# ASSIGNMENT:
Go over the records and copy every line with the string "using".

───── PROVIDED RECORDS ─────

namespace OrderUnfold.Inversion;

/// <summary>
/// The normal equations of a least-squares problem, given matrix-free: G = AᵀA (plus any quadratic
/// penalties) and b = Aᵀy (minus any linear penalty). Free entries are unconstrained (e.g. backgrounds).
/// </summary>
public interface INormalEquations
{
    int Count { get; }

    /// <summary>b = Aᵀy − λw.</summary>
    ReadOnlySpan<double> RightHandSide { get; }

    bool IsFree(int j);

    /// <summary>G x (full vector).</summary>
    void Multiply(ReadOnlySpan<double> x, Span<double> result);

    /// <summary>Entries G[i, j] for the listed rows i, with G[j, j] last.</summary>
    void Column(int j, IReadOnlyList<int> rows, Span<double> result, out double diagonal);
}

/// <summary>Optional for <see cref="INormalEquations"/>: some rows of G x without the whole product.</summary>
public interface INormalRows
{
    /// <summary>result[r] = (G x)[rows[r]] for an x that is zero outside <paramref name="support"/>; the same values as
    /// <see cref="INormalEquations.Multiply"/> gives for those rows.</summary>
    void MultiplyRows(ReadOnlySpan<double> x, IReadOnlyList<int> support, IReadOnlyList<int> rows, Span<double> result);
}

/// <summary>
/// Lawson–Hanson active-set NNLS on the normal equations, minimising ½ xᵀGx − bᵀx subject to x ≥ 0 on the
/// constrained entries (Lawson &amp; Hanson, <i>Solving Least Squares Problems</i>, 1974, ch. 23).
/// Gradients come matrix-free from <see cref="INormalEquations.Multiply"/>; the Cholesky factor of the active
/// block is updated when a column enters (one forward solve) and downdated by Givens rotations when one
/// leaves, never refactored from scratch.
/// When the equations give single rows (<see cref="INormalRows"/>), the search for the next column looks only at a
/// working set: the entries whose gradient exceeded the tolerance at the last pass over all entries, and every entry that
/// was ever in the active set. Only when no entry of the working set violates the optimality conditions is the whole
/// gradient computed again; the solve ends only after such a whole pass finds no violation, so the result satisfies the
/// same conditions as without the working set. (With a non-negative G, which the Airy columns give, adding mass lowers
/// the gradient everywhere, so an entry below the tolerance seldom rises above it later.)
/// </summary>
public static class ActiveSetNnls
{
    public sealed record Options
    {
        public int MaxIterations { get; init; } = 5000;

        /// <summary>Gradient tolerance for adding a column (absolute, in units of b).</summary>
        public double Tolerance { get; init; } = 1e-9;

        /// <summary>Relative ridge added to each new diagonal entry to keep the factor positive definite.</summary>
        public double Ridge { get; init; } = 1e-12;

        /// <summary>Stop (status <see cref="SolverStatus.IterationLimit"/>, <see cref="NnlsResult.HandedOver"/> set) when
        /// the active set grows past this many entries: the caller hands the problem to <see cref="DenseNnls"/>, whose cost
        /// does not grow with the support. Default: no limit.</summary>
        public int MaxActiveCount { get; init; } = int.MaxValue;

        /// <summary>Use the working set of <see cref="INormalRows"/> when the equations provide it and it holds at most this
        /// fraction of the entries (else every pass computes the whole gradient). 0 turns it off.</summary>
        public double WorkingSetFraction { get; init; } = 0.05;

        /// <summary>Use the working set only from this many entries on. Below it a pass over every entry costs little
        /// beside the rest of an iteration (on the two-sweep benchmark case, 2 × 20 000 samples, the pass over 10⁴ bins is
        /// a tenth of the 0.7 ms of an iteration, over 10⁶ bins 6 of 7 ms: docs/performance.md), while the working set can
        /// change the order in which columns enter and so the number of iterations.</summary>
        public int WorkingSetMinEntries { get; init; } = 100_000;
    }

    /// <summary>Solves from scratch, or warm-started from a previous solution <paramref name="start"/>
    /// (its positive entries form the first active set; useful when the problem changed a little).</summary>
    public static NnlsResult Solve(INormalEquations eq, Options? options = null, ReadOnlySpan<double> start = default)
    {
        options ??= new Options();
        var n = eq.Count;
        var b = eq.RightHandSide.ToArray();
        var x = new double[n];
        var inSet = new bool[n];
        var active = new List<int>();
        var chol = new IncrementalCholesky();
        var blocked = new bool[n];
        var free = new bool[n]; // IsFree once, not once per entry and iteration
        for (var j = 0; j < n; j++) free[j] = eq.IsFree(j);
        var gx = new double[n];
        var column = new double[n + 1];
        var removals = 0;
        var handedOver = false;

        bool TryAdd(int j)
        {
            var col = column.AsSpan(0, active.Count);
            eq.Column(j, active, col, out var d);
            if (!chol.TryAdd(col, d * (1 + options.Ridge) + 1e-300)) return false;
            active.Add(j);
            inSet[j] = true;
            return true;
        }

        void RemoveAt(int position)
        {
            var j = active[position];
            chol.Remove(position);
            active.RemoveAt(position);
            inSet[j] = false;
            x[j] = 0;
            removals++;
        }

        double[] SolveActive()
        {
            var rhs = new double[active.Count];
            for (var k = 0; k < active.Count; k++) rhs[k] = b[active[k]];
            return chol.Solve(rhs);
        }

        void MakeFeasible()
        {
            for (var inner = 0; inner < 10 * n + 10; inner++)
            {
                var z = SolveActive();
                var alpha = double.PositiveInfinity;
                for (var k = 0; k < active.Count; k++)
                {
                    var j = active[k];
                    if (eq.IsFree(j) || z[k] > 0) continue;
                    var denom = x[j] - z[k];
                    var a = denom > 0 ? x[j] / denom : 0;
                    if (a < alpha) alpha = a;
                }

                if (double.IsPositiveInfinity(alpha))
                {
                    for (var k = 0; k < active.Count; k++) x[active[k]] = z[k];
                    return;
                }

                for (var k = 0; k < active.Count; k++)
                {
                    var j = active[k];
                    x[j] += alpha * (z[k] - x[j]);
                }

                for (var k = active.Count - 1; k >= 0; k--)
                {
                    var j = active[k];
                    if (!eq.IsFree(j) && x[j] <= 1e-14 * (Math.Abs(z[k]) + 1e-300))
                        RemoveAt(k);
                    else if (!eq.IsFree(j) && x[j] <= 0)
                        RemoveAt(k);
                }
            }
        }

        // free entries first, then the warm-start set
        for (var j = 0; j < n; j++)
            if (eq.IsFree(j)) TryAdd(j);
        if (start.Length == n)
        {
            for (var j = 0; j < n; j++)
            {
                if (eq.IsFree(j) || !(start[j] > 0)) continue;
                if (TryAdd(j)) x[j] = start[j];
            }
        }

        if (active.Count > 0) MakeFeasible();

        var iterations = 0;
        var status = SolverStatus.IterationLimit;
        var message = "";
        var rowProduct = options.WorkingSetFraction > 0 && n >= options.WorkingSetMinEntries ? eq as INormalRows : null;
        List<int>? working = null; // rows looked at between whole passes; null: the next pass is a whole one
        var everActive = new bool[n];
        var workingGx = Array.Empty<double>();
        var histogram = new int[256];
        var floor = options.Tolerance; // the working set held every violator down to this gradient
        static int Octave(double g) => (int)(BitConverter.DoubleToInt64Bits(g) >> 50);
        foreach (var j in active) everActive[j] = true;
        while (iterations < options.MaxIterations)
        {
            Cancellation.ThrowIfRequested(); // Ctrl-C / SIGTERM (Cancellation.cs)
            var best = -1;
            var bestValue = options.Tolerance;
            if (working is null)
            {
                eq.Multiply(x, gx);
                for (var j = 0; j < n; j++)
                {
                    if (inSet[j] || blocked[j] || free[j]) continue;
                    var g = b[j] - gx[j];
                    if (g > bestValue)
                    {
                        bestValue = g;
                        best = j;
                    }
                }

                if (rowProduct is not null && best >= 0 && double.IsFinite(bestValue))
                {
                    // the largest violators, about `limit` of them, in quarter-octave steps below the largest: the exponent and
                    // the two leading mantissa bits of a positive double grow with its value
                    var limit = Math.Max(256, (int)(options.WorkingSetFraction * n));
                    var bestKey = Octave(bestValue);
                    Array.Clear(histogram);
                    for (var j = 0; j < n; j++)
                    {
                        if (inSet[j] || blocked[j] || free[j]) continue;
                        var g = b[j] - gx[j];
                        if (g > options.Tolerance) histogram[Math.Clamp(bestKey - Octave(g), 0, histogram.Length - 1)]++;
                    }

                    var depth = 0;
                    var total = histogram[0];
                    while (depth + 1 < histogram.Length && total + histogram[depth + 1] <= limit) total += histogram[++depth];
                    var all = depth == histogram.Length - 1 || histogram.AsSpan(depth + 1).IndexOfAnyExcept(0) < 0;
                    floor = all ? options.Tolerance : Math.Max(options.Tolerance, BitConverter.Int64BitsToDouble((long)(bestKey - depth) << 50));
                    working = [];
                    for (var j = 0; j < n; j++)
                        if (!free[j] && (everActive[j] || b[j] - gx[j] >= floor && b[j] - gx[j] > options.Tolerance)) working.Add(j);
                    if (workingGx.Length < working.Count) workingGx = new double[Math.Max(working.Count, 2 * workingGx.Length)];
                }
            }
            else
            {
                rowProduct!.MultiplyRows(x, active, working, workingGx);
                for (var r = 0; r < working.Count; r++)
                {
                    var j = working[r];
                    if (inSet[j] || blocked[j]) continue;
                    var g = b[j] - workingGx[r];
                    if (g > bestValue)
                    {
                        bestValue = g;
                        best = j;
                    }
                }

                if ((best < 0 || bestValue < floor) && double.IsFinite(bestValue))
                {
                    // nothing left in the working set above the level it was cut at: look at every entry again
                    working = null;
                    continue;
                }
            }

            if (!double.IsFinite(bestValue))
            {
                status = SolverStatus.InvalidValues;
                message = "gradient has non-finite values";
                break;
            }

            if (best < 0)
            {
                status = SolverStatus.Converged;
                message = "KKT conditions hold";
                break;
            }

            if (active.Count >= options.MaxActiveCount)
            {
                handedOver = true;
                message = $"active set passed {options.MaxActiveCount} entries";
                break;
            }

            iterations++;
            everActive[best] = true;
            if (!TryAdd(best))
            {
                blocked[best] = true; // numerically dependent on the active columns
                continue;
            }

            Array.Clear(blocked);
            MakeFeasible();
        }

        // KKT check
        eq.Multiply(x, gx);
        var violation = 0.0;
        var activeCount = 0;
        for (var j = 0; j < n; j++)
        {
            var g = b[j] - gx[j];
            if (eq.IsFree(j) || x[j] > 0)
            {
                activeCount++;
                violation = Math.Max(violation, Math.Abs(g));
            }
            else
            {
                violation = Math.Max(violation, Math.Max(0, g));
            }
        }

        if (status == SolverStatus.IterationLimit && !handedOver) message = $"stopped after {iterations} iterations (limit {options.MaxIterations})";
        return new NnlsResult(x, iterations, removals, status, message, violation, activeCount) { HandedOver = handedOver, Tolerance = options.Tolerance };
    }
}

/// <summary>Cholesky factor L (GP = L Lᵀ) of a growing/shrinking symmetric positive definite matrix.</summary>
public sealed class IncrementalCholesky
{
    private readonly List<double[]> _rows = []; // row i has i+1 entries

    public int Size => _rows.Count;

    /// <summary>Appends a row/column with off-diagonal entries g (against existing) and diagonal d.</summary>
    public bool TryAdd(ReadOnlySpan<double> g, double d)
    {
        var p = _rows.Count;
        var row = new double[p + 1];
        var sum = 0.0;
        for (var i = 0; i < p; i++)
        {
            var r = _rows[i];
            var v = g[i];
            for (var k = 0; k < i; k++) v -= r[k] * row[k];
            v /= r[i];
            row[i] = v;
            sum += v * v;
        }

        var dd = d - sum;
        if (!(dd > 1e-12 * Math.Abs(d)) || !double.IsFinite(dd)) return false;
        row[p] = Math.Sqrt(dd);
        _rows.Add(row);
        return true;
    }

    /// <summary>Deletes row/column q and restores the triangular form with Givens rotations.</summary>
    public void Remove(int q)
    {
        _rows.RemoveAt(q);
        // rows q.. now have one extra entry beyond the diagonal (column i+1); rotate columns (i, i+1)
        for (var i = q; i < _rows.Count; i++)
        {
            var r = _rows[i];
            var a = r[i];
            var bb = r[i + 1];
            var h = Math.Sqrt(a * a + bb * bb);
            var c = a / h;
            var s = bb / h;
            for (var k = i; k < _rows.Count; k++)
            {
                var rk = _rows[k];
                var u = rk[i];
                var v = rk[i + 1];
                rk[i] = c * u + s * v;
                rk[i + 1] = -s * u + c * v;
            }

            // row i now ends at column i; shrink
            var shrunk = new double[i + 1];
            Array.Copy(r, shrunk, i + 1);
            if (shrunk[i] < 0)
            {
                // keep a positive diagonal: flip the sign of column i in this and later rows
                for (var k = i; k < _rows.Count; k++) _rows[k][i] = -_rows[k][i];
                shrunk[i] = -shrunk[i];
            }

            _rows[i] = shrunk;
        }
    }

    /// <summary>Solves L Lᵀ z = rhs.</summary>
    public double[] Solve(double[] rhs)
    {
        var p = _rows.Count;
        var y = new double[p];
        for (var i = 0; i < p; i++)
        {
            var r = _rows[i];
            var v = rhs[i];
            for (var k = 0; k < i; k++) v -= r[k] * y[k];
            y[i] = v / r[i];
        }

        var z = new double[p];
        for (var i = p - 1; i >= 0; i--)
        {
            var v = y[i];
            for (var k = i + 1; k < p; k++) v -= _rows[k][i] * z[k];
            z[i] = v / _rows[i][i];
        }

        return z;
    }
}
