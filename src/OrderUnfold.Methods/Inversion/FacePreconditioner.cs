using System.Numerics;
using System.Runtime.InteropServices;

namespace OrderUnfold.Inversion;

/// <summary>
/// The preconditioner P ≈ G⁻¹ restricted to a face (the entries not bound at zero) without losing its quality: the
/// inverse of the face block of P⁻¹ is P_FF − P_FB (P_BB)⁻¹ P_BF (the Schur-complement identity for a block of an
/// inverse), so with the columns P e_b of the bound entries (one application each, kept while they stay bound) and a
/// Cholesky factor of the small block P_BB, the face is preconditioned as well as the whole problem. Simply zeroing P's
/// rows and columns of the bound entries instead leaves one stray eigenvalue per bound entry, which costs the
/// conjugate gradients an iteration or more each. Used by <see cref="ProjectedNewtonNnls"/> while the bound set is small
/// (at most <see cref="MaxSet"/> entries); beyond that the plain restriction.
/// </summary>
internal sealed class FacePreconditioner(INormalPreconditioner pre, int n)
{
    public const int MaxSet = 1200;

    private readonly Dictionary<int, double[]> _columns = new();
    private int[] _set = [];
    private double[] _factor = [];
    private double[] _u = [];
    private double[][] _setColumns = [];
    private bool _exact;

    /// <summary>True when the face is preconditioned exactly (bound set small enough).</summary>
    public bool Exact => _exact || _set.Length == 0 && _empty;

    private bool _empty;

    /// <summary>Prepares the face of the entries not in <paramref name="bound"/>; with <paramref name="plain"/> (after a
    /// Newton step that made no progress) the plain restriction.</summary>
    public void SetBound(bool[] bound, bool plain)
    {
        var set = OrderedBoundSet(bound);
        _empty = set.Count == 0;
        if (plain || set.Count > MaxSet || (long)set.Count * n > 1L << 23)
        {
            _exact = false;
            _set = [];
            return;
        }

        if (_exact && set.SequenceEqual(_set)) return;
        // rows of the factor depend only on the entries before them: the rows of a shared leading part are kept
        var previous = _exact ? _set : [];
        var previousFactor = _factor;
        var keep = 0;
        while (keep < previous.Length && keep < set.Count && previous[keep] == set[keep]) keep++;
        _set = set.ToArray();
        FetchColumns(bound);
        keep = DeleteReleased(bound, previous, previousFactor, keep);
        _exact = Factor(previous.Length, previousFactor, keep);
        if (!_exact) _set = [];
    }

    /// <summary>The bound entries in the order they became bound (those still bound from the last set first, then the new
    /// ones), so that the factor's leading rows, which depend only on the entries before them, can be kept.</summary>
    private List<int> OrderedBoundSet(bool[] bound)
    {
        var set = new List<int>();
        var inSet = new HashSet<int>();
        foreach (var j in _set)
            if (bound[j] && inSet.Add(j)) set.Add(j);
        for (var j = 0; j < n; j++) if (bound[j] && inSet.Add(j)) set.Add(j);
        return set;
    }

    /// <summary>The columns P e_b of the bound set: kept ones reused, those of released entries dropped, new ones computed.</summary>
    private void FetchColumns(bool[] bound)
    {
        foreach (var key in _columns.Keys.Where(k => !bound[k]).ToList()) _columns.Remove(key);
        var unit = new double[n];
        foreach (var j in _set)
        {
            if (_columns.ContainsKey(j)) continue;
            var column = new double[n];
            if (pre is INormalPreconditionerColumns columns) columns.Column(j, column);
            else
            {
                unit[j] = 1;
                pre.Precondition(unit, column);
                unit[j] = 0;
            }
            _columns[j] = column;
        }
    }

    /// <summary>
    /// Entries that left the bound set: their rows and columns are deleted from the previous factor by a rank-one update of
    /// the trailing block each (Golub &amp; Van Loan, Matrix Computations, 4th ed., §6.5.4), O((m − k)²) per deleted position
    /// k, when that is cheaper than recomputing the rows after the first deleted one (O(m³ − k³)). Returns the number of
    /// leading rows of the previous factor that stay valid.
    /// </summary>
    private static int DeleteReleased(bool[] bound, int[] previous, double[] previousFactor, int keep)
    {
        var mOld = previous.Length;
        if (keep >= mOld) return keep;
        var deleteCost = 0.0;
        var kept = 0;
        for (var a = 0; a < mOld; a++)
        {
            if (bound[previous[a]]) kept++;
            else deleteCost += 3.0 * (mOld - a) * (mOld - a);
        }

        var recomputeCost = ((double)kept * kept * kept - (double)keep * keep * keep) / 6;
        if (!(kept > keep && deleteCost < recomputeCost)) return keep;
        var work = new double[mOld];
        var size = mOld;
        for (var a = mOld - 1; a >= 0; a--)
            if (!bound[previous[a]]) ProjectedNewtonNnls.DeleteFromFactor(previousFactor, mOld, size--, a, work);
        return kept;
    }

    /// <summary>Cholesky factor of P_BB (lower, row-major): the first <paramref name="keep"/> rows copied from the previous
    /// factor (row stride <paramref name="mOld"/>), the others computed; false when P_BB is not numerically positive
    /// definite.</summary>
    private bool Factor(int mOld, double[] previousFactor, int keep)
    {
        var m = _set.Length;
        _factor = new double[m * m];
        _u = new double[m];
        for (var a = 0; a < keep; a++) Array.Copy(previousFactor, a * mOld, _factor, a * m, a + 1);
        var cols = new double[m][];
        for (var a = 0; a < m; a++) cols[a] = _columns[_set[a]];
        _setColumns = cols;
        for (var a = keep; a < m; a++)
        {
            var col = cols[a];
            var ja = _set[a];
            for (var c = 0; c <= a; c++)
            {
                var sum = 0.5 * (col[_set[c]] + cols[c][ja])
                    - Dot(_factor.AsSpan(a * m, c), _factor.AsSpan(c * m, c));
                if (c == a)
                {
                    if (!(sum > 0)) return false;
                    _factor[a * m + a] = Math.Sqrt(sum);
                }
                else
                {
                    _factor[a * m + c] = sum / _factor[c * m + c];
                }
            }
        }

        return true;
    }

    /// <summary>z = P r corrected on the face: z − P_FB (P_BB)⁻¹ z_B when the face is preconditioned exactly.</summary>
    public void Apply(double[] r, double[] z)
    {
        pre.Precondition(r, z);
        if (!_exact || _set.Length == 0) return;
        var m = _set.Length;
        var u = _u;
        for (var a = 0; a < m; a++) u[a] = z[_set[a]];
        // w = P_BB⁻¹ u by the two triangular solves
        for (var a = 0; a < m; a++)
            u[a] = (u[a] - Dot(_factor.AsSpan(a * m, a), u.AsSpan(0, a))) / _factor[a * m + a];

        // the transposed solve by rows of the factor (contiguous): once u[a] is final, its part leaves the earlier ones
        for (var a = m - 1; a >= 0; a--)
        {
            u[a] /= _factor[a * m + a];
            Axpy(-u[a], _factor.AsSpan(a * m, a), u.AsSpan(0, a));
        }

        var cols = _setColumns;
        for (var a = 0; a < m; a++)
        {
            var w = u[a];
            if (w == 0) continue;
            Axpy(-w, cols[a], z);
        }
    }

    /// <summary>aᵀb (vectorised).</summary>
    private static double Dot(ReadOnlySpan<double> a, ReadOnlySpan<double> b)
    {
        var vectors = MemoryMarshal.Cast<double, Vector<double>>(a);
        var others = MemoryMarshal.Cast<double, Vector<double>>(b);
        var acc = Vector<double>.Zero;
        for (var i = 0; i < vectors.Length; i++) acc += vectors[i] * others[i];
        var sum = Vector.Sum(acc);
        for (var i = vectors.Length * Vector<double>.Count; i < a.Length; i++) sum += a[i] * b[i];
        return sum;
    }

    /// <summary>y += α x.</summary>
    private static void Axpy(double alpha, ReadOnlySpan<double> x, Span<double> y)
    {
        var xs = MemoryMarshal.Cast<double, Vector<double>>(x);
        var ys = MemoryMarshal.Cast<double, Vector<double>>(y[..x.Length]);
        var va = new Vector<double>(alpha);
        for (var i = 0; i < xs.Length; i++) ys[i] += va * xs[i];
        for (var i = xs.Length * Vector<double>.Count; i < x.Length; i++) y[i] += alpha * x[i];
    }
}
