namespace OrderUnfold.Inversion;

─────

# RESULT BELOW:
using System.Numerics;
using System.Runtime.InteropServices;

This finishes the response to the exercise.